This 2006 Swedish film is based on a real-life hate crime story that happened nine years earlier. It started with the unlikely relationship between Peter Mårten Klingberg a conservative Swedish engineer who ran his family’s old established business, and Nassim Pjotr Giro a free spirited Algerian immigrant who occasionally worked as a waiter and dreamed on moving to Paris to open his own Tabac. There was however an instant physical attraction between the two men when they first espied each other, and Nassim quickly usurped the place in Peter’s life of his long-standing girlfriend Maria (Karin Bergquist).
Once the two men had moved in together Peter not only lost his job but all his friends deserted him too as the Gothenburg portrayed in this story is oddly extremely homophobic. Left to mix in with Nassim’s more flamboyant and socially active friends, Peter was more than a little out of his comfort zone. However the two men seemed madly in love and totally devoted to each, until that is one day Nassim threw a temper tantrum saying that their life together was too boring. This unexpected turn in the story throws us as much as it confounds Peter as it comes out of the blue and without warning.
We are learning most of this in a whole series of flash backs as at the very start of the movie the local Police had smashed the door of the men’s apartment and arrested Peter for the murder of Naseem whose body had just been discovered in the park.

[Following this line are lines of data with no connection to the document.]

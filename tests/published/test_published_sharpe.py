"""Sharpe ratios against published and independently computed values.

Evidence grades: A, printed number or other software, reproduced here by separate code; B, printed number recalled
from memory and reproduced; C, regenerated from the published formula, so that passing proves the arithmetic only.
"""

from __future__ import annotations

from pathlib import Path

import numpy as np
import pandas as pd
import pytest

from soffit.estimate.noncentral import nct_interval
from soffit.estimate.sharpe import (
    SharpeErrors,
    aggregation_factor,
    annual_ratio,
    autocorrelations,
    iid_error,
    return_moments,
    sharpe_ratios,
)
from soffit.estimate.sharpe_difference import memmel_error, sharpe_difference
from soffit.estimate.track_record import (
    ExpectedMaximum,
    deflated_benchmark,
    deflated_sharpe,
    expected_maximum,
    minimum_track_record,
    probabilistic_sharpe,
)
from soffit.settings import LagRule


# NIST StRD, univariate summary statistics: certified to 15 digits. Evidence A.
@pytest.mark.parametrize(
    ("name", "mean", "deviation", "autocorrelation"),
    [
        ("lew", -177.435, 277.332168044316, -0.307304800605679),
        ("mavro", 2.001856, 0.000429123454003053, 0.937989183438248),
    ],
)
def test_nist_univariate(
    checks_data: Path, name: str, mean: float, deviation: float, autocorrelation: float
) -> None:
    x = np.loadtxt(checks_data / f"nist_{name}.txt")
    found = return_moments(x)
    np.testing.assert_allclose(found.mean, mean, rtol=1e-11)
    np.testing.assert_allclose(found.deviation, deviation, rtol=1e-11)
    np.testing.assert_allclose(autocorrelations(x, 1), autocorrelation, rtol=1e-11)


def test_lo_table_1() -> None:
    # Lo (2002), Financial Analysts Journal 58(4), Table 1, rows 0.50, 1.00, 2.00 and 3.00. Evidence C.
    printed = [
        [0.306, 0.217, 0.177, 0.153, 0.137, 0.095, 0.067, 0.047],
        [0.354, 0.250, 0.204, 0.177, 0.158, 0.110, 0.077, 0.055],
        [0.500, 0.354, 0.289, 0.250, 0.224, 0.155, 0.110, 0.077],
        [0.677, 0.479, 0.391, 0.339, 0.303, 0.210, 0.148, 0.105],
    ]
    found = iid_error(np.array([[0.5], [1.0], [2.0], [3.0]]), [12, 24, 36, 48, 60, 125, 250, 500])
    np.testing.assert_allclose(found, printed, atol=0.00051)


# Lo (2002), equation 20 and Table 2: η(q) of AR(1) returns. Evidence C (rows 0.9 and 0 were recalled and agree).
@pytest.mark.parametrize(
    ("rho", "printed"),
    [
        (0.9, [1.03, 1.05, 1.07, 1.10, 1.21, 1.41, 1.60, 1.77, 2.67, 3.70]),
        (0.2, [1.29, 1.52, 1.73, 2.07, 2.88, 4.04, 4.93, 5.68, 9.14, 12.92]),
        (0.0, [1.41, 1.73, 2.00, 2.45, 3.46, 4.90, 6.00, 6.93, 11.18, 15.81]),
        (-0.2, [1.58, 1.99, 2.33, 2.90, 4.17, 5.95, 7.31, 8.45, 13.67, 19.35]),
    ],
)
def test_lo_table_2(rho: float, printed: list[float]) -> None:
    horizons = [2, 3, 4, 6, 12, 24, 36, 48, 125, 250]
    found = [float(aggregation_factor(q, rho ** np.arange(1, q))) for q in horizons]
    np.testing.assert_allclose(found, printed, atol=0.0051)


def test_probabilistic_sharpe_of_a_hedge_fund() -> None:
    # Bailey and Lopez de Prado (2012), Journal of Risk 15(2): monthly 0.458, 24 months. Evidence B.
    found = probabilistic_sharpe(0.458, 24, skewness=-2.448, kurtosis=10.164)
    np.testing.assert_allclose(found, 0.913, atol=0.0006)
    np.testing.assert_allclose(probabilistic_sharpe(0.458, 24), 0.982, atol=0.0006)


@pytest.mark.parametrize(("m", "years"), [(252, 2.73), (52, 2.83), (12, 3.24)])
def test_minimum_record_of_normal_returns(m: int, years: float) -> None:
    # Bailey and Lopez de Prado (2012): annual 2 against 1 at 95%. Evidence B.
    found = minimum_track_record(2 / np.sqrt(m), benchmark=1 / np.sqrt(m), confidence=0.95)
    np.testing.assert_allclose(found / m, years, atol=0.006)


def test_minimum_record_of_hedge_fund_like_returns() -> None:
    # Bailey and Lopez de Prado (2012): skewness −0.72, kurtosis 5.78, monthly. Evidence B.
    root = np.sqrt(12)
    found = minimum_track_record(2 / root, benchmark=1 / root, skewness=-0.72, kurtosis=5.78)
    np.testing.assert_allclose(found / 12, 4.99, atol=0.006)


def test_deflated_sharpe_of_a_hundred_trials() -> None:
    # Bailey and Lopez de Prado (2014), Journal of Portfolio Management 40(5), numerical example. Evidence B.
    chosen = {"trials": 100, "ratio_variance": 0.5 / 250, "method": ExpectedMaximum.APPROXIMATE}
    np.testing.assert_allclose(deflated_benchmark(*chosen.values()), 0.1132, atol=6e-5)
    found = deflated_sharpe(2.5 / np.sqrt(250), 1250, skewness=-3, kurtosis=10, **chosen)
    np.testing.assert_allclose(found, 0.9004, atol=6e-5)


def test_expected_maximum_of_normals() -> None:
    # Tippett (1925), Harter (1961): tables of normal order statistics. Evidence B.
    found = expected_maximum([2, 5, 10, 20, 50, 100, 1000])
    printed = [0.56419, 1.16296, 1.53875, 1.86748, 2.24907, 2.50759, 3.24144]
    np.testing.assert_allclose(found, printed, atol=6e-6)


def test_us_market_of_the_arch_documentation() -> None:
    # arch documentation, bootstrap examples: Mkt-RF 1926 to 2018, per cent a month. Evidence A.
    from arch.data import frenchdata

    found = sharpe_ratios(frenchdata.load().iloc[:, 0].to_numpy())
    np.testing.assert_allclose(found.moments.mean, 0.659946, atol=6e-7)
    np.testing.assert_allclose(found.moments.deviation, 5.327524, atol=6e-7)
    np.testing.assert_allclose(found.ratio, 0.123875, atol=6e-7)
    np.testing.assert_allclose(annual_ratio(found.ratio, 12), 0.429115, atol=6e-7)


def test_market_row_of_fama_and_french(french: pd.DataFrame) -> None:
    # Fama and French (2015), Journal of Financial Economics 116, Table 4 panel A: 0.50, 4.49, t 2.74. Evidence B.
    found = sharpe_ratios(100 * french.loc["1963-07":"2013-12", "MktRF"].to_numpy())
    np.testing.assert_allclose(found.moments.mean, 0.50, atol=0.006)
    np.testing.assert_allclose(found.moments.deviation, 4.49, atol=0.006)
    np.testing.assert_allclose(found.t, 2.74, atol=0.006)


def test_mertens_error_against_r(french: pd.DataFrame) -> None:
    # R car::deltaMethod on the sample moments (m, m2); ratio with divisor T. Evidence A.
    names = ["MktRF", "HML", "SMB"]
    found = sharpe_ratios(french.loc["1949-01":"2017-03", names].to_numpy(), ddof=0)
    np.testing.assert_allclose(
        found.ratio, [0.15228021774759, 0.12934392891179, 0.056015914718543], rtol=1e-7
    )
    expected = [0.036741093452883, 0.0347770234242, 0.034514359115458]
    np.testing.assert_allclose(found.error(SharpeErrors.IID), expected, rtol=1e-7)


@pytest.mark.parametrize(
    ("mean1", "mean2", "sd1", "sd2", "rho", "T", "error", "z"),
    [
        (0.0065, 0.0045, 0.042, 0.03, 0.6, 120, 0.08240491898372, 0.057786656678171),
        (0.01, 0.004, 0.05, 0.045, 0.85, 240, 0.036003829243076, 3.0860914921287),
    ],
)
def test_memmel_error_against_r(
    mean1: float, mean2: float, sd1: float, sd2: float, rho: float, T: int, error: float, z: float
) -> None:
    # Memmel (2003); R car::deltaMethod with the normal-theory covariance of the moments. Evidence A.
    found = float(memmel_error(mean1 / sd1, mean2 / sd2, rho, T))
    np.testing.assert_allclose(found, error, rtol=1e-9)
    np.testing.assert_allclose((mean1 / sd1 - mean2 / sd2) / found, z, rtol=1e-9)


def test_ledoit_wolf_error_against_r(french: pd.DataFrame) -> None:
    # Ledoit and Wolf (2008); R sandwich::NeweyWest(lag = 5) and car::deltaMethod. Evidence A.
    pair = french.loc["1949-01":"2017-03", ["MktRF", "HML"]].to_numpy()
    iid = sharpe_difference(pair[:, 0], pair[:, 1], lag_rule=LagRule.FIXED, lags=0)
    hac = sharpe_difference(pair[:, 0], pair[:, 1], lag_rule=LagRule.FIXED, lags=5)
    np.testing.assert_allclose(iid.difference, 0.0229362888358, rtol=1e-8)
    np.testing.assert_allclose(iid.hac, 0.055379564553601, rtol=1e-8)
    np.testing.assert_allclose(hac.hac, 0.059534826071845, rtol=1e-8)


def test_noncentral_t_interval_of_mbess() -> None:
    # MBESS documentation: conf.limits.nct(ncp = 2.83, df = 126); R pt(ncp) confirms both limits. Evidence B.
    low, high = nct_interval(2.83, 126, 0.95)
    np.testing.assert_allclose([float(low), float(high)], [0.8337502, 4.815359], atol=6e-7)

The evidence is purely circumstantial but as a dazed and confused Peter starts relaying events as he remembers them to a particular nasty pair of homophobic detectives who are convinced of his guilt, we are never sure if he in did in fact murder his lover until the movie is almost over.
Klingberg and Giro have great chemistry as the odd couple and despite the clumsy and badly handled break-up, both gave very credible performances that kept made this thriller the compelling view that it is.